Things we are reading today - September 5th, 2023

Finra fined and censured a New Jersey broker-dealer called Network 1 Financial Securities for failing to establish procedures to identify and address excessive trading by clients, in violation of Regulation Best Interest. This resulted in over $533,500 in commissions for the firm. The chief compliance officer Michael Molinaro was also suspended for 3 months and fined for these violations. While Molinaro took steps to comply with regulations, Finra found he did not properly manage the risks of excessive trading. This case shows Finra is starting to enforce the compliance obligations of Reg BI, including requiring broker-dealers to have supervisory procedures to monitor recommendations.

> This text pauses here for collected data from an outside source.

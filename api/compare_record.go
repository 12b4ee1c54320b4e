package api

import (
	"regimed/api/render"
	"regimed/regime"
	"regimed/regime/finding"
	"regimed/regime/group"
	"regimed/regime/kind"
	"regimed/regime/similar"
)

// ComparisonRecord is a comparison as it is sent.
type ComparisonRecord struct {
	Engine    EngineRecord        `json:"engine"`
	A         ComparedCase        `json:"a"`
	B         ComparedCase        `json:"b"`
	Tolerance float64             `json:"tolerance"`
	Kept      int                 `json:"kept"`
	Distorted int                 `json:"distorted"`
	Groups    []GroupPairRecord   `json:"groups"`
	OnlyA     []GroupAloneRecord  `json:"only_a"`
	OnlyB     []GroupAloneRecord  `json:"only_b"`
	Verdicts  []VerdictPairRecord `json:"verdicts"`
	Axes      []AxisPairRecord    `json:"axes"`
}

// EngineRecord says which engine and catalogue answered.
type EngineRecord struct {
	Version   string `json:"version"`
	Catalogue string `json:"catalogue"`
}

func engineRecord() EngineRecord { return EngineRecord{render.Version, render.Catalogue()} }

// ComparedCase is one of the two cases.
type ComparedCase struct {
	Title       string `json:"title"`
	Kind        string `json:"kind"`
	Digest      string `json:"digest"`
	Class       string `json:"class"`
	Provisional bool   `json:"provisional"`
}

// GroupPairRecord is a group that both cases have; the factor is b/a, null where
// only a is zero.
type GroupPairRecord struct {
	ID     string   `json:"id"`
	Symbol string   `json:"symbol"`
	Title  string   `json:"title"`
	A      *float64 `json:"a"`
	B      *float64 `json:"b"`
	Factor *float64 `json:"factor"`
	Kept   bool     `json:"kept"`
}

// GroupAloneRecord is a group that one case has, and why the other has not.
type GroupAloneRecord struct {
	ID     string   `json:"id"`
	Symbol string   `json:"symbol"`
	Title  string   `json:"title"`
	Value  *float64 `json:"value"`
	Other  string   `json:"other"`
	Needs  string   `json:"needs,omitzero"`
}

// VerdictPairRecord is an assumption that is judged differently.
type VerdictPairRecord struct {
	ID    string        `json:"id"`
	Title string        `json:"title"`
	A     VerdictRecord `json:"a"`
	B     VerdictRecord `json:"b"`
}

// VerdictRecord is a verdict with the utilisation of what governs it.
type VerdictRecord struct {
	Verdict     string   `json:"verdict"`
	Utilisation *float64 `json:"utilisation"`
}

// AxisPairRecord is an axis of the recommendation that differs.
type AxisPairRecord struct {
	ID string `json:"id"`
	A  string `json:"a"`
	B  string `json:"b"`
}

// NewComparisonRecord makes the record of a comparison.
func NewComparisonRecord(c *similar.Comparison) *ComparisonRecord {
	r := &ComparisonRecord{
		Engine: engineRecord(), A: comparedCase(c.A), B: comparedCase(c.B), Tolerance: c.Tolerance,
		Kept: len(c.Groups) - c.Distorted(), Distorted: c.Distorted(),
		Groups: []GroupPairRecord{}, Verdicts: []VerdictPairRecord{}, Axes: []AxisPairRecord{},
		OnlyA: aloneRecords(c.OnlyA, c.A.Groups, c.B.Groups), OnlyB: aloneRecords(c.OnlyB, c.B.Groups, c.A.Groups),
	}
	for i := range c.Groups {
		p := &c.Groups[i]
		d := group.Of(p.ID)
		r.Groups = append(r.Groups, GroupPairRecord{ID: d.ID, Symbol: d.Symbol, Title: d.Title, A: number(p.A), B: number(p.B), Factor: number(p.Factor), Kept: p.Kept})
	}
	for i := range c.Verdicts {
		v := &c.Verdicts[i]
		r.Verdicts = append(r.Verdicts, VerdictPairRecord{ID: v.Entry.ID, Title: v.Entry.Title, A: verdictRecord(v.A, v.UtilisationA), B: verdictRecord(v.B, v.UtilisationB)})
	}
	for _, x := range c.Axes {
		r.Axes = append(r.Axes, AxisPairRecord(x))
	}
	return r
}

func verdictRecord(v finding.Verdict, utilisation float64) VerdictRecord {
	return VerdictRecord{Verdict: v.String(), Utilisation: number(utilisation)}
}

func comparedCase(a *regime.Answer) ComparedCase {
	r := ComparedCase{Kind: a.Kind.Name, Digest: a.Case.Digest(), Class: a.Recommendation.Class.ID, Provisional: a.Recommendation.Provisional}
	if v := a.Case.Lookup(kind.Title); v != nil {
		r.Title = v.Text
	}
	return r
}

func aloneRecords(ids []group.ID, has, lacks *group.Set) []GroupAloneRecord {
	list := []GroupAloneRecord{}
	for _, id := range ids {
		d := group.Of(id)
		r := GroupAloneRecord{ID: d.ID, Symbol: d.Symbol, Title: d.Title, Value: number(has.Get(id)), Other: "does-not-arise"}
		switch lacks.State(id) {
		case group.Missing:
			r.Other, r.Needs = "missing", lacks.Need(id).Input
		case group.OffRange:
			r.Other = "off-range"
		}
		list = append(list, r)
	}
	return list
}
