package api

import (
	"context"
	"fmt"
	"log/slog"
	"math/rand/v2"
	"net/http"
	"runtime/debug"
	"time"

	"github.com/labstack/echo/v4"
)

const (
	headerRequestID = "X-Request-Id" // in canonical form, so that it is found without conversion
	maxRequestID    = 128
	maxLoggedPath   = 200
)

// identify gives every request an id: the caller's, where it is fit for a log
// line and a header, or a new one. It also sets the headers that every answer has.
func (s *Server) identify(next echo.HandlerFunc) echo.HandlerFunc {
	return func(c echo.Context) error {
		id := c.Request().Header.Get(headerRequestID)
		if !saneRequestID(id) {
			id = newRequestID()
		}
		h := c.Response().Header()
		h.Set(headerRequestID, id)
		h.Set(echo.HeaderXContentTypeOptions, "nosniff")
		if s.draining.Load() {
			h.Set(echo.HeaderConnection, "close")
		}
		return next(c)
	}
}

// saneRequestID accepts letters, digits and - _ . : only.
func saneRequestID(id string) bool {
	if id == "" || len(id) > maxRequestID {
		return false
	}
	for i := range len(id) {
		b := id[i]
		letter := 'a' <= b && b <= 'z' || 'A' <= b && b <= 'Z' || '0' <= b && b <= '9'
		if !letter && b != '-' && b != '_' && b != '.' && b != ':' {
			return false
		}
	}
	return true
}

// newRequestID is 128 random bits in hexadecimal. It names a request and
// protects nothing.
func newRequestID() string {
	var room [32]byte
	id := appendHex(room[:0], rand.Uint64())
	return string(appendHex(id, rand.Uint64()))
}

func appendHex(dst []byte, x uint64) []byte {
	const digits = "0123456789abcdef"
	for shift := 60; shift >= 0; shift -= 4 {
		dst = append(dst, digits[x>>shift&15])
	}
	return dst
}

func requestID(c echo.Context) string { return c.Response().Header().Get(headerRequestID) }

// log writes one line a request: neither body nor query nor address.
func (s *Server) log(next echo.HandlerFunc) echo.HandlerFunc {
	logger := s.config.Logger
	return func(c echo.Context) error {
		start := time.Now()
		if err := next(c); err != nil {
			c.Error(err) // writes the problem, so that status and size are known below
		}
		r := c.Response()
		level := levelOf(r.Status)
		if !logger.Enabled(context.Background(), level) {
			return nil
		}
		logger.LogAttrs(context.Background(), level, "request",
			slog.String("method", clip(c.Request().Method, 16)),
			slog.String("path", clip(c.Request().URL.Path, maxLoggedPath)),
			slog.Int("status", r.Status),
			slog.Int64("bytes", r.Size),
			slog.Duration("duration", time.Since(start)),
			slog.String("request_id", requestID(c)))
		return nil
	}
}

func levelOf(status int) slog.Level {
	if status >= http.StatusInternalServerError {
		return slog.LevelError
	}
	return slog.LevelInfo
}

// recover turns a panic into a problem and leaves its trace in the log.
func (s *Server) recover(next echo.HandlerFunc) echo.HandlerFunc {
	return func(c echo.Context) (err error) {
		defer func() {
			cause := recover()
			if cause == nil {
				return
			}
			if cause == http.ErrAbortHandler {
				panic(cause) // net/http's own way to drop a connection
			}
			s.config.Logger.Error("panic", "cause", fmt.Sprint(cause), "request_id", requestID(c), "trace", string(debug.Stack()))
			err = problem(internal, "The server met a fault of its own. The request id finds it in the log.")
		}()
		return next(c)
	}
}
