package api

import (
	"bytes"
	"encoding/xml"
	"errors"
	"fmt"
	"html"
	"image"
	"image/color"
	"image/draw"
	"image/png"
	"strconv"
	"strings"

	"golang.org/x/image/font"
	"golang.org/x/image/font/basicfont"
	"golang.org/x/image/math/fixed"
)

// Marks put a note at the top of what was drawn. A picture or a table goes into
// a report without the headers of its answer, so the note has to be part of it.

// markText puts the note above the page.
func markText(body []byte, note string) ([]byte, error) {
	lines := strings.Join(folded(note, 96), "\n") + "\n\n"
	return append([]byte(lines), body...), nil
}

// markMarkdown puts the note above the text, as a quotation.
func markMarkdown(body []byte, note string) ([]byte, error) {
	return append([]byte("> "+note+"\n\n"), body...), nil
}

// markCSV puts the note above the table, behind a #, as most readers of tables
// expect a comment. One that does not will stumble, rather than read numbers
// that are not those of the record.
func markCSV(body []byte, note string) ([]byte, error) {
	return append([]byte("# "+note+"\r\n"), body...), nil
}

// markHTML puts the note first in the body of the page.
func markHTML(body []byte, note string) ([]byte, error) {
	at := bytes.Index(body, []byte("<body"))
	if at < 0 {
		return nil, errors.New("api: a page without a body has no place for a note")
	}
	end := bytes.IndexByte(body[at:], '>')
	if end < 0 {
		return nil, errors.New("api: the body of a page has no beginning")
	}
	at += end + 1
	line := `<p role="note"><strong>` + html.EscapeString(note) + `</strong></p>`
	return bytes.Join([][]byte{body[:at], []byte(line), body[at:]}, nil), nil
}

// Sizes of a note in a picture. basicfont's letters are 7 wide and 13 high.
const (
	noteLine   = 16
	noteMargin = 8
	noteLetter = 7
)

// noteRows folds a note to the width of a picture, and says how high it gets.
func noteRows(note string, width int) (rows []string, height int) {
	rows = folded(note, max((width-2*noteMargin)/noteLetter, 1))
	return rows, len(rows)*noteLine + noteMargin
}

// markSVG puts the picture into one that is higher, below the note.
func markSVG(body []byte, note string) ([]byte, error) {
	root, inner, err := rootOfSVG(body)
	if err != nil {
		return nil, err
	}
	width, height := sizeOfSVG(root.Attr)
	if !(width > 0 && height > 0) {
		return nil, errors.New("api: a picture without a size has no place for a note")
	}
	rows, extra := noteRows(note, int(width))
	var b bytes.Buffer
	fmt.Fprintf(&b, `<svg xmlns="http://www.w3.org/2000/svg" width="%g" height="%g" viewBox="0 0 %g %g">`, width, height+float64(extra), width, height+float64(extra))
	fmt.Fprintf(&b, `<rect width="%g" height="%d" fill="#ffffff"/>`, width, extra)
	for i, row := range rows {
		fmt.Fprintf(&b, `<text x="%d" y="%d" font-family="monospace" font-size="11.5" fill="#000000">%s</text>`, noteMargin, (i+1)*noteLine, html.EscapeString(row))
	}
	fmt.Fprintf(&b, `<svg y="%d" width="%g" height="%g"`, extra, width, height)
	for _, a := range root.Attr {
		switch a.Name.Local {
		case "x", "y", "width", "height":
			continue
		}
		name := a.Name.Local
		if a.Name.Space != "" {
			name = a.Name.Space + ":" + name
		}
		fmt.Fprintf(&b, ` %s="%s"`, name, html.EscapeString(a.Value))
	}
	b.WriteByte('>')
	b.Write(inner)
	b.WriteString("</svg>\n")
	return b.Bytes(), nil
}

// rootOfSVG finds the outermost element, and all that follows its beginning.
func rootOfSVG(body []byte) (xml.StartElement, []byte, error) {
	dec := xml.NewDecoder(bytes.NewReader(body))
	for {
		token, err := dec.RawToken()
		if err != nil {
			return xml.StartElement{}, nil, errors.New("api: a picture that is no SVG has no place for a note")
		}
		start, isStart := token.(xml.StartElement)
		if !isStart {
			continue
		}
		rest := body[dec.InputOffset():]
		if start.Name.Local != "svg" || !bytes.Contains(rest, []byte("</svg")) {
			return xml.StartElement{}, nil, errors.New("api: a picture that is no SVG has no place for a note")
		}
		return start.Copy(), rest, nil
	}
}

// sizeOfSVG is the size in the picture's own coordinates: that of its viewBox,
// or its width and height.
func sizeOfSVG(attributes []xml.Attr) (width, height float64) {
	for _, a := range attributes {
		switch a.Name.Local {
		case "viewBox":
			if f := strings.FieldsFunc(a.Value, func(r rune) bool { return r == ' ' || r == ',' }); len(f) == 4 {
				return leadingNumber(f[2]), leadingNumber(f[3])
			}
		case "width":
			width = leadingNumber(a.Value)
		case "height":
			height = leadingNumber(a.Value)
		}
	}
	return width, height
}

// leadingNumber reads a length without its unit; 0 where it is none.
func leadingNumber(s string) float64 {
	x, err := strconv.ParseFloat(strings.TrimRight(s, "abcdefghijklmnopqrstuvwxyz%"), 64)
	if err != nil {
		return 0
	}
	return x
}

// markPNG puts the picture below the note, on a higher one.
func markPNG(body []byte, note string) ([]byte, error) {
	old, err := png.Decode(bytes.NewReader(body))
	if err != nil {
		return nil, err
	}
	size := old.Bounds().Size()
	rows, extra := noteRows(note, size.X)
	made := image.NewNRGBA(image.Rect(0, 0, size.X, size.Y+extra))
	draw.Draw(made, made.Bounds(), image.White, image.Point{}, draw.Src)
	draw.Draw(made, image.Rect(0, extra, size.X, size.Y+extra), old, old.Bounds().Min, draw.Over)
	pen := font.Drawer{Dst: made, Src: image.NewUniform(color.Black), Face: basicfont.Face7x13}
	for i, row := range rows {
		pen.Dot = fixed.P(noteMargin, (i+1)*noteLine)
		pen.DrawString(row)
	}
	var b bytes.Buffer
	err = png.Encode(&b, made)
	return b.Bytes(), err
}

// folded breaks a text into lines of at most so many letters, also inside a
// word where that is longer.
func folded(s string, most int) []string {
	var lines []string
	line := ""
	for word := range strings.FieldsSeq(s) {
		if line != "" && len(line)+1+len(word) <= most {
			line += " " + word
			continue
		}
		if line != "" {
			lines = append(lines, line)
		}
		for len(word) > most {
			lines, word = append(lines, word[:most]), word[most:]
		}
		line = word
	}
	return append(lines, line)
}
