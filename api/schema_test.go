package api

import (
	"bytes"
	"net/http"
	"os"
	"regexp"
	"slices"
	"strconv"
	"strings"
	"testing"

	"github.com/go-json-experiment/json"
	"github.com/go-json-experiment/json/jsontext"
	"github.com/santhosh-tekuri/jsonschema/v6"
	"pgregory.net/rapid"

	"regimed/regime/input"
	"regimed/regime/kind"
	"regimed/units"
)

// compiled is the schema of a case as a validator takes it.
var compiled = compile(CaseSchema())

func compile(schema []byte) *jsonschema.Schema {
	doc, err := jsonschema.UnmarshalJSON(bytes.NewReader(schema))
	if err != nil {
		panic(err)
	}
	c := jsonschema.NewCompiler()
	c.DefaultDraft(jsonschema.Draft2020)
	if err := c.AddResource("urn:regimed:schema:case", doc); err != nil {
		panic(err)
	}
	return c.MustCompile("urn:regimed:schema:case")
}

func validates(t testing.TB, body []byte) error {
	t.Helper()
	doc, err := jsonschema.UnmarshalJSON(bytes.NewReader(body))
	if err != nil {
		t.Fatalf("%v: %s", err, body)
	}
	return compiled.Validate(doc)
}

func TestSchemaIsServed(t *testing.T) {
	if body := bodyOf(t, call(t, http.MethodGet, "/v1/schema/case", "")); !bytes.Equal(body, CaseSchema()) {
		t.Error("what is served is another schema")
	}
}

// The schema is one: it holds against the schema of schemas.
func TestSchemaHoldsAgainstItsMetaschema(t *testing.T) {
	doc, err := jsonschema.UnmarshalJSON(bytes.NewReader(CaseSchema()))
	if err != nil {
		t.Fatal(err)
	}
	meta, err := jsonschema.NewCompiler().Compile("https://json-schema.org/draft/2020-12/schema")
	if err != nil {
		t.Fatal(err)
	}
	if err := meta.Validate(doc); err != nil {
		t.Error(err)
	}
}

// Every case that is shipped holds against the schema.
func TestSchemaTakesShippedCases(t *testing.T) {
	ran := 0
	for _, file := range shippedCases(t) {
		if err := validates(t, caseIn(t, file)); err != nil {
			t.Errorf("%s: %v", file, err)
		}
		ran++
	}
	if err := validates(t, []byte(riser)); err != nil {
		t.Error(err)
	}
	if ran < 3 {
		t.Errorf("%d cases", ran)
	}
}

// caseIn reads the case of a file: the whole of it, or its member "case".
func caseIn(t testing.TB, file string) []byte {
	t.Helper()
	body, err := os.ReadFile(file)
	if err != nil {
		t.Fatal(err)
	}
	var situation struct {
		Case jsontext.Value `json:"case"`
	}
	if err := json.Unmarshal(body, &situation); err == nil && situation.Case != nil {
		return situation.Case
	}
	return body
}

// What the schema can know is refused by it, as by the server.
func TestSchemaRefuses(t *testing.T) {
	// What only the server can judge: ranges of texts with units, physics, and
	// duplicates, which a validator never sees.
	onlyServer := []string{"unknown unit", "wrong dimension", "ambiguous unit", "bare rate", "text beyond a double", "negative length", "no length",
		"below absolute zero", "above the range of the fluid", "range upside down", "negative uncertainty", "no diameter", "flow without fluid", "two radii",
		"wall thicker than the radius", "gauge pressure alone", "field twice", "block twice", "structure twice", "member of a quantity twice",
		"ends in the wrong order", "number beyond a double", "number beyond a double in an object"}
	ran := 0
	for _, row := range badCases {
		if slices.Contains(onlyServer, row.name) {
			continue
		}
		ran++
		if validates(t, []byte(row.body)) == nil {
			t.Errorf("%s: the schema takes %s", row.name, row.body)
		}
	}
	if ran != len(badCases)-len(onlyServer) {
		t.Errorf("%d rows", ran)
	}
}

// Each example and default in the schema is one that the decoder takes.
func TestSchemaExamplesDecode(t *testing.T) {
	ran := 0
	s := kind.Schema()
	for _, k := range s.Kinds {
		base := minimal(k)
		for _, b := range append([]*input.Block{s.Top, k}, s.Blocks...) {
			for _, f := range b.Fields {
				values := examples(f)
				if d, ok := defaultOf(f); ok {
					values = append(values, d)
				}
				for _, v := range values {
					checkExample(t, s, base, f, v)
					ran++
				}
			}
		}
	}
	if ran < 100 {
		t.Errorf("%d examples", ran)
	}
	for _, k := range units.Kinds() {
		for _, v := range quantityExamples(k) {
			if text, ok := v.(string); ok {
				if _, err := units.Parse(text, k); err != nil {
					t.Errorf("%s: %v", k, err)
				}
			}
		}
	}
}

// minimal is a structure with the needed fields of its kind only.
func minimal(k *input.Block) OrderedMembers {
	o := OrderedMembers{{"kind", k.Name}}
	for _, f := range k.Fields {
		if f.Needed {
			o = o.with(f.Name, examples(f)[0])
		}
	}
	return o
}

func checkExample(t *testing.T, s *input.Schema, structure OrderedMembers, f *input.Field, v any) {
	t.Helper()
	body, err := json.Marshal(placed(structure, f, v))
	if err != nil {
		t.Fatal(err)
	}
	if _, violations, err := input.Decode(body, s); err != nil || len(violations) > 0 {
		t.Errorf("%s: %v %v %s", f.Path(), err, violations, body)
	}
	if err := validates(t, body); err != nil {
		t.Errorf("%s: %v", body, err)
	}
}

// placed is a case with a structure and one field more.
func placed(structure OrderedMembers, f *input.Field, v any) OrderedMembers {
	structure = slices.DeleteFunc(slices.Clone(structure), func(m Member) bool { return f.Of == "structure" && m.Name == f.Name })
	switch f.Of {
	case "structure":
		return OrderedMembers{{"structure", structure.with(f.Name, v)}}
	case "":
		return OrderedMembers{{"structure", structure}, {f.Name, v}}
	}
	return OrderedMembers{{"structure", structure}, {f.Of, OrderedMembers{{f.Name, v}}}}
}

// What the decoder accepts the schema accepts, and a field that one does not
// know the other does not know either.
func TestSchemaTakesWhatTheDecoderTakes(t *testing.T) {
	s := kind.Schema()
	accepted, refused := 0, 0
	rapid.Check(t, func(t *rapid.T) {
		body, err := json.Marshal(drawCase(t, s))
		if err != nil {
			t.Fatal(err)
		}
		_, violations, err := input.Decode(body, s)
		if err != nil {
			t.Fatal(err)
		}
		doc, err := jsonschema.UnmarshalJSON(bytes.NewReader(body))
		if err != nil {
			t.Fatal(err)
		}
		bySchema := compiled.Validate(doc)
		if len(violations) == 0 {
			accepted++
			if bySchema != nil {
				t.Fatalf("%v: %s", bySchema, body)
			}
			return
		}
		refused++
		if onPresence(violations) && bySchema == nil {
			t.Fatalf("the schema takes what the decoder refuses: %v %s", violations, body)
		}
	})
	if accepted < 10 || refused < 10 {
		t.Errorf("%d accepted, %d refused", accepted, refused)
	}
}

// onPresence reports whether a violation concerns which fields there are.
func onPresence(vs []input.Violation) bool {
	return slices.ContainsFunc(vs, func(v input.Violation) bool {
		return v.Code == input.UnknownField || v.Code == input.MissingField || v.Code == input.UnknownKind || v.Code == input.UnknownChoice || v.Code == input.WrongType
	})
}

// drawCase draws a case from the schema: usually right, now and then with a
// field left out, a name misspelt or a value of another type.
func drawCase(t *rapid.T, s *input.Schema) OrderedMembers {
	k := rapid.SampledFrom(s.Kinds).Draw(t, "kind")
	structure := append(OrderedMembers{{"kind", k.Name}}, drawFields(t, k)...)
	c := OrderedMembers{{"structure", structure}}
	c = append(c, drawFields(t, s.Top)...)
	for _, b := range s.Blocks {
		switch {
		case !rapid.Bool().Draw(t, b.Name):
		case b.Shorthand != nil && rapid.Bool().Draw(t, "shorthand"):
			c = c.with(b.Name, drawValue(t, b.Shorthand))
		default:
			c = c.with(b.Name, drawFields(t, b))
		}
	}
	return c
}

func drawFields(t *rapid.T, b *input.Block) OrderedMembers {
	o := OrderedMembers{}
	for _, f := range b.Fields {
		if !f.Needed && rapid.IntRange(0, 3).Draw(t, f.Name) > 0 || f.Needed && rare(t) {
			continue
		}
		name := f.Name
		if rare(t) {
			name += "s"
		}
		if !slices.ContainsFunc(o, func(m Member) bool { return m.Name == name }) {
			o = o.with(name, drawValue(t, f))
		}
	}
	return o
}

// rare is true once in a while. Drawn numbers crowd at the ends of their range.
func rare(t *rapid.T) bool { return rapid.IntRange(0, 60).Draw(t, "rare") == 37 }

// drawValue draws a value of a field in one of the forms that it may have.
func drawValue(t *rapid.T, f *input.Field) any {
	if rare(t) {
		return rapid.SampledFrom([]any{nil, true, "wrong", []string{"wrong"}, OrderedMembers{}}).Draw(t, "other")
	}
	switch f.Type {
	case input.Quantity:
		return drawQuantity(t, f.Kind.Example())
	case input.Number:
		return drawQuantity(t, strconv.FormatFloat(examples(f)[0].(float64), 'g', -1, 64))
	case input.Interval:
		return []any{"0 " + f.Kind.SI(), drawQuantity(t, f.Kind.Example())}
	case input.Choice:
		return rapid.SampledFrom(f.Options).Draw(t, "option")
	case input.Choices:
		return rapid.SliceOfN(rapid.SampledFrom(f.Options), 0, 3).Draw(t, "options")
	}
	return rapid.SampledFrom(examples(f)).Draw(t, "example")
}

// drawQuantity writes a quantity in one of the ways in which it can be written.
func drawQuantity(t *rapid.T, text string) any {
	number, unit, _ := strings.Cut(text, " ")
	x, err := strconv.ParseFloat(number, 64)
	if err != nil {
		t.Fatal(err)
	}
	full := OrderedMembers{{"value", x}}
	ends := OrderedMembers{{"low", x}, {"high", 1.01 * x}}
	if unit != "" {
		full, ends = full.with("unit", unit), ends.with("unit", unit)
	}
	above := strconv.FormatFloat(1.01*x, 'g', -1, 64)
	forms := []any{text, " " + text + "\t", number + " .. " + above + " " + unit, number + " ± 0.001 " + unit, text + " +- 5 %",
		"(" + number + " ± 0.001) " + unit, "+" + text, full, ends, slices.Clone(full).with("percent", 5), slices.Clone(full).with("std", x/10)}
	if unit == "" {
		forms = append(forms, x, strconv.FormatFloat(100*x, 'g', -1, 64)+" %")
	}
	return rapid.SampledFrom(forms).Draw(t, "form")
}

// A quantity in every unit that the server knows passes as text, and a number
// without a unit passes only where the quantity is a pure number.
func TestSchemaTakesEveryUnit(t *testing.T) {
	ran := 0
	bare, withUnit := regexp.MustCompile(patternBare), regexp.MustCompile(patternUnit)
	for _, u := range units.Table() {
		for _, symbol := range append([]string{u.Symbol}, u.Aliases...) {
			if symbol == "1" {
				continue // the unit of a pure number
			}
			for _, number := range []string{"1.5 ", "-2e-3", "−4", ".5 ", "(2 ± 1) ", "1 .. 2 "} {
				ran++
				if text := number + symbol; !withUnit.MatchString(text) || !bare.MatchString(text) {
					t.Errorf("%q does not pass", text)
				}
			}
		}
	}
	for _, text := range []string{"1.5", "-3", "2 .. 3", "2 ± 0.1", "", "length"} {
		if withUnit.MatchString(text) {
			t.Errorf("%q passes as a quantity with a unit", text)
		}
	}
	if ran < 500 {
		t.Errorf("%d texts", ran)
	}
}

The author discusses how startups can break through the noise of the internet by taking risks, continuously improving their product, and creating new categories. Their company successfully launched a spin-off AI writing app despite fears of subscriber loss. The author argues that on the internet, bold actions are necessary to gain attention since people are too distracted by their own concerns to notice modest changes. To succeed, companies must make customers extremely happy with their product or service, ship improvements rapidly, and invent novel concepts that capture people’s imagination. By understanding that most changes attract little scrutiny, entrepreneurs have the freedom to try innovative ideas and build remarkable things.

The National Pension System in India has reached a significant milestone, with its assets under management AUM surpassing Rs. 10 lakh crore as of August 2022. This was driven by growth in corporate enrollment in NPS and the addition of 1 million new subscribers to the Corporate and All Citizen models. The NPS AUM has more than doubled from Rs. 5 lakh crore to Rs. 10 lakh crore in just 2 years and 10 months. Strong market returns have contributed to this phenomenal growth in AUM. Going forward, the PFRDA plans to introduce a new Systematic Withdrawal Plan feature to NPS to provide more flexibility to subscribers post-retirement.

In India, a growing number of credit card users have found ways to exploit rewards programs and loopholes to earn cashback and points. Some individuals even run lucrative businesses, helping other cardholders maximize their benefits. One man earns over $1,200 per month by processing credit card transactions through point-of-sale machines and splitting the rewards with clients. Banks are struggling to curb these practices and have hired more staff to monitor accounts and close loopholes. The article highlights how some people have turned credit card hacking into a profitable side business.

Reliance Jio is launching a new financial services business called Jio Financial Services that could disrupt India’s financial industry. Jio Financial Services will leverage Reliance’s large retail business and Jio’s vast customer base. This poses a major threat to established non-banking financial companies like Bajaj Finance, which currently dominates the market. Jio Financial Services also has a significant capital advantage and could gain an early edge through its partnerships with companies like BlackRock. The entry of Jio Financial Services is expected to intensify competition in consumer financing and other financial sectors in India.

Stable Money is a fintech startup that aims to make fixed deposits more accessible by allowing users to invest in FDs from multiple banks through a single platform. Within 20 days of launching, the platform had over 20,000 customers who had invested over Rs. 10 crore in FDs. The founders believe fixed deposits are the best mass product for Indians, as surveys show they are still the most searched investment option. While FDs are seen as boring, interest rates are currently high at up to 9%, making them attractive. Stable Money hopes to partner with 25 financial institutions by the end of next year to offer more FD options to users.